To be able to move the debt mountains on the side of governments, savers might see the value of their ­holdings shrink. With €12.2trn in net assets on the side of ­households, there should be room to absorb real losses on the €6.2trn in eurozone government debt. But the ­proposal is as painful for investors as it is simple.
"Governments can only get out of their debt if the holders of government debt get no real interest rate on their bonds," Bruckbauer said.

Financial repression

The phrase "financial repression", popularised by US scholar Carmen Reinhart, springs to mind. The senior fellow at the Peterson Institute for International ­Economics argued in a paper for the International ­Monetary Fund in May, The Liquidation of Government Debt, that governments were only able to get out the post-war debt through negative real interest rates over 20 years.
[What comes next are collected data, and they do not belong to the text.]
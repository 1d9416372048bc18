/**
 * Just enough MIME (RFC 2045–2047) to read what the app sends to the local SMTP sink: header unfolding,
 * encoded words in headers, multipart bodies, and the base64 / quoted-printable transfer encodings.
 * The raw message is taken as latin1 text so every byte survives until a part is decoded with its charset.
 */

export interface ParsedMail {
  headers: Record<string, string>;
  text: string;
  html: string;
}

interface Entity {
  headers: Record<string, string>;
  body: string;
}

function splitEntity(raw: string): Entity {
  const match = /\r?\n\r?\n/.exec(raw);
  const headerText = match ? raw.slice(0, match.index) : raw;
  const body = match ? raw.slice(match.index + match[0].length) : '';
  const headers: Record<string, string> = {};
  for (const line of headerText.replace(/\r?\n[ \t]+/g, ' ').split(/\r?\n/)) {
    const colon = line.indexOf(':');
    if (colon <= 0) continue;
    const name = line.slice(0, colon).trim().toLowerCase();
    if (!(name in headers)) headers[name] = line.slice(colon + 1).trim();
  }
  return { headers, body };
}

function parameter(value: string, name: string): string | null {
  const match = new RegExp(`;\\s*${name}\\s*=\\s*(?:"([^"]*)"|([^;\\s]+))`, 'i').exec(value);
  return match ? (match[1] ?? match[2]) : null;
}

function toEncoding(charset: string | null): BufferEncoding {
  const name = (charset ?? 'utf-8').toLowerCase();
  if (name === 'us-ascii' || name === 'ascii') return 'ascii';
  if (name === 'iso-8859-1' || name === 'latin1') return 'latin1';
  return 'utf8';
}

/** Quoted-printable to bytes (held in a latin1 string): soft breaks removed, `=XX` decoded. */
function decodeQuotedPrintable(text: string): string {
  return text.replace(/=\r?\n/g, '').replace(/=([0-9A-Fa-f]{2})/g, (_m, hex: string) => String.fromCharCode(parseInt(hex, 16)));
}

function decodeBody(entity: Entity): string {
  const encoding = (entity.headers['content-transfer-encoding'] ?? '7bit').toLowerCase();
  const charset = toEncoding(parameter(entity.headers['content-type'] ?? '', 'charset'));
  // The line break that ends the body belongs to the SMTP transfer, not to the text.
  let bytes = entity.body.replace(/\r?\n$/, '');
  if (encoding === 'base64') bytes = Buffer.from(bytes.replace(/\s+/g, ''), 'base64').toString('latin1');
  else if (encoding === 'quoted-printable') bytes = decodeQuotedPrintable(bytes);
  return Buffer.from(bytes, 'latin1').toString(charset).replace(/\r\n/g, '\n');
}

/** Decodes RFC 2047 encoded words (`=?utf-8?Q?...?=`, `=?utf-8?B?...?=`) in a header value. */
export function decodeHeader(value: string): string {
  return value
    .replace(/(\?=)\s+(=\?)/g, '$1$2')
    .replace(/=\?([^?]+)\?([BbQq])\?([^?]*)\?=/g, (_m, charset: string, kind: string, data: string) => {
      const bytes = kind.toUpperCase() === 'B' ? Buffer.from(data, 'base64').toString('latin1') : decodeQuotedPrintable(data.replace(/_/g, ' '));
      return Buffer.from(bytes, 'latin1').toString(toEncoding(charset));
    });
}

function collect(entity: Entity, found: { text: string; html: string }): void {
  const type = (entity.headers['content-type'] ?? 'text/plain').toLowerCase();
  if (type.startsWith('multipart/')) {
    const boundary = parameter(entity.headers['content-type'] ?? '', 'boundary');
    if (!boundary) return;
    const pieces = entity.body.split(new RegExp(`\\r?\\n?--${boundary.replace(/[.*+?^${}()|[\]\\]/g, '\\$&')}(?:--)?[ \\t]*\\r?\\n?`));
    for (const piece of pieces.slice(1)) {
      if (piece.trim() !== '') collect(splitEntity(piece), found);
    }
    return;
  }
  if (/attachment/i.test(entity.headers['content-disposition'] ?? '')) return;
  if (type.startsWith('text/plain') && !found.text) found.text = decodeBody(entity);
  else if (type.startsWith('text/html') && !found.html) found.html = decodeBody(entity);
}

/** Reads a whole RFC 5322 message given as latin1 text. */
export function parseMail(raw: string): ParsedMail {
  const root = splitEntity(raw);
  const found = { text: '', html: '' };
  collect(root, found);
  const headers: Record<string, string> = {};
  for (const [name, value] of Object.entries(root.headers)) headers[name] = decodeHeader(value);
  return { headers, text: found.text, html: found.html };
}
"We are not talking about hyperinflation here," ­Bruckbauer told the fund selectors and ­portfolio managers listening to his keynote address at the Austria Forum. "Even inflation rates of four to five per cent would do the trick over ten to 20 years."

The economist's medicine also needs a disciplined patient, not only lower private savings. If governments started to balance their budgets and the European Central Bank keeps interest rates on long-term bonds low, even moderate nominal growth (real expansion plus inflation) might help to pay off debts quickly.

Public debt in advanced economies - today at the ­staggering level equal to economic output - could thus fall to below 90% of GDP by 2020, with an annual deficit of 2% and nominal growth of roughly 4%.

This notion does not sound completely preposterous. According to the IMF, annual nominal growth in advanced economies averaged 3.3% over the past ten years, despite the most severe recession since the Second World War.